ASSIGNMENT - This exercise asks for the entries below to be printed exactly.

SOURCE MATERIAL -
=== Section Start ===

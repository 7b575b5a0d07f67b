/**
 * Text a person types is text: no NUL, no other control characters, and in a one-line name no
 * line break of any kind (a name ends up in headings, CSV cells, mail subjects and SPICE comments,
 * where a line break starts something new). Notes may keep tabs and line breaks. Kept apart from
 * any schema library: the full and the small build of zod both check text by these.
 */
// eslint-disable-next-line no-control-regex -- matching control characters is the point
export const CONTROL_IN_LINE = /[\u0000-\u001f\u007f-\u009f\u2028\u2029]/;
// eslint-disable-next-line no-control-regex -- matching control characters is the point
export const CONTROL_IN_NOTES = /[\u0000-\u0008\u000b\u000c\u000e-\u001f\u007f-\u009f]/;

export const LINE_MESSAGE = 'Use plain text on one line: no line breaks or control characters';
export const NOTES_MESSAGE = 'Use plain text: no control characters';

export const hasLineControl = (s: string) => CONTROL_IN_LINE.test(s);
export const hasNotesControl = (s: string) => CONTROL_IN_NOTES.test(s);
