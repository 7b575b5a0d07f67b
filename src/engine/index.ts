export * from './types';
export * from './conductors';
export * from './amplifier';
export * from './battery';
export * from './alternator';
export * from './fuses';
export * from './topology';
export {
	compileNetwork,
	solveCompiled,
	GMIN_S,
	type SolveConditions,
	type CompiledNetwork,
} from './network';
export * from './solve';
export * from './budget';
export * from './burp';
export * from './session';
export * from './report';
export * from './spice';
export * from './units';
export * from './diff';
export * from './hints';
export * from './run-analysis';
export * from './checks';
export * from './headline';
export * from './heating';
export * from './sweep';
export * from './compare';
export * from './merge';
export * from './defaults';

=== Section End ===

OUTPUT OF THE EXERCISE -
repository 7b575b5a0d07f67b
/**
 * Text a person types is text: no NUL, no other control characters, and in a one-line name no
 * line break of any kind (a name ends up in headings, CSV cells, mail subjects and SPICE comments,
 * where a line break starts something new). Notes may keep tabs and line breaks. Kept apart from
 * any schema library: the full and the small build of zod both check text by these.
 */
// eslint-disable-next-line no-control-regex -- matching control characters is the point
export const CONTROL_IN_LINE = /[\u0000-\u001f\u007f-\u009f\u2028\u2029]/;
// eslint-disable-next-line no-control-regex -- matching control characters is the point
export const CONTROL_IN_NOTES = /[\u0000-\u0008\u000b\u000c\u000e-\u001f\u007f-\u009f]/;

export const LINE_MESSAGE = 'Use plain text on one line: no line breaks or control characters';
export const NOTES_MESSAGE = 'Use plain text: no control characters';

export const hasLineControl = (s: string) => CONTROL_IN_LINE.test(s);
export const hasNotesControl = (s: string) => CONTROL_IN_NOTES.test(s);
repository 7b575b5a0d07f67b
filename src/engine/index.ts
export * from './types';
export * from './conductors';
export * from './amplifier';
export * from './battery';
export * from './alternator';
export * from './fuses';
export * from './topology';
export {
	compileNetwork,
	solveCompiled,
	GMIN_S,
	type SolveConditions,
	type CompiledNetwork,
} from './network';
export * from './solve';
export * from './budget';
export * from './burp';
export * from './session';
export * from './report';
export * from './spice';
export * from './units';
export * from './diff';
export * from './hints';
export * from './run-analysis';
export * from './checks';
export * from './headline';
export * from './heating';
export * from './sweep';
export * from './compare';
export * from './merge';
export * from './defaults';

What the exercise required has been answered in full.